# Extracted information:

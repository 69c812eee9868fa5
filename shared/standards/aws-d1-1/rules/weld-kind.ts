/** Tables 6.2 to 6.4 and 10.9: complete penetration covers all, partial penetration covers itself and fillets, a fillet only fillets. */
import { setRange } from '../../../ranges/set.ts'
import { list, names } from '../../common/wording.ts'
import type { Rule } from '../../rule.ts'
import { ownMeta } from '../meta.ts'
import { testKind, type TestKind } from '../ranges.ts'

const NAME: Record<TestKind, string> = { complete: 'complete-penetration groove', partial: 'partial-penetration groove', fillet: 'fillet' }
const COVERS: Record<TestKind, readonly TestKind[]> = { complete: ['complete', 'partial', 'fillet'], partial: ['partial', 'fillet'], fillet: ['fillet'] }
const CLAUSE: Record<TestKind, { clause: string; basis: 'read' | 'memory' }> = { complete: { clause: 'Table 10.9', basis: 'read' }, partial: { clause: 'Table 6.3', basis: 'memory' }, fillet: { clause: 'Table 6.4', basis: 'memory' } }

export const weldKind: Rule = {
  meta: ownMeta('weld-kind', 'Groove or fillet test', 'Table 6.2', 'memory', 'Complete penetration: note c of the tubular table read in 2015; Tables 6.3 and 6.4 from memory', 'A complete-penetration groove test covers every groove and fillet; a partial-penetration test covers partial penetration and fillets; a fillet test covers fillets only.'),
  field: 'joint.weld',
  at: 'weld',
  label: 'Kind of weld',
  range(_context, side) {
    const kind = testKind(side.variables)
    return { range: setRange(COVERS[kind].map((one) => NAME[one])), tested: NAME[kind], reason: `A ${NAME[kind]} test covers ${COVERS[kind].map((one) => `${NAME[one]}s`).join(', ')}.`, ...CLAUSE[kind] }
  },
  check(context, sides, joined) {
    if (joined?.type !== 'set') return null
    const kind = testKind(context.procedure)
    const tests = sides.map((side) => testKind(side.variables))
    const known = tests.map((test) => CLAUSE[test])[0]
    if (joined.values.includes(NAME[kind])) return { verdict: 'within', sentence: `${names(sides)} covers ${NAME[kind]}s.`, asked: [NAME[kind]], range: joined, ...known }
    const plan = kind === 'complete' ? 'A complete-penetration groove test.' : 'A groove test.'
    return { verdict: 'outside', sentence: `A ${NAME[kind]} is not covered: ${names(sides)} is a ${list([...new Set(tests.map((test) => NAME[test]))])} test.`, asked: [NAME[kind]], range: joined, ...known, fixes: [{ kind: 'plan-coupon', label: 'Weld a groove coupon', requirement: plan }] }
  },
}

# Assigned task:
Which lines run from the one containing "if (joined?.type !== 'set') return null" to the final line of the entries? Return those lines exactly, and only those.

# Exercise answer:
    if (joined?.type !== 'set') return null
    const kind = testKind(context.procedure)
    const tests = sides.map((side) => testKind(side.variables))
    const known = tests.map((test) => CLAUSE[test])[0]
    if (joined.values.includes(NAME[kind])) return { verdict: 'within', sentence: `${names(sides)} covers ${NAME[kind]}s.`, asked: [NAME[kind]], range: joined, ...known }
    const plan = kind === 'complete' ? 'A complete-penetration groove test.' : 'A groove test.'
    return { verdict: 'outside', sentence: `A ${NAME[kind]} is not covered: ${names(sides)} is a ${list([...new Set(tests.map((test) => NAME[test]))])} test.`, asked: [NAME[kind]], range: joined, ...known, fixes: [{ kind: 'plan-coupon', label: 'Weld a groove coupon', requirement: plan }] }
  },
}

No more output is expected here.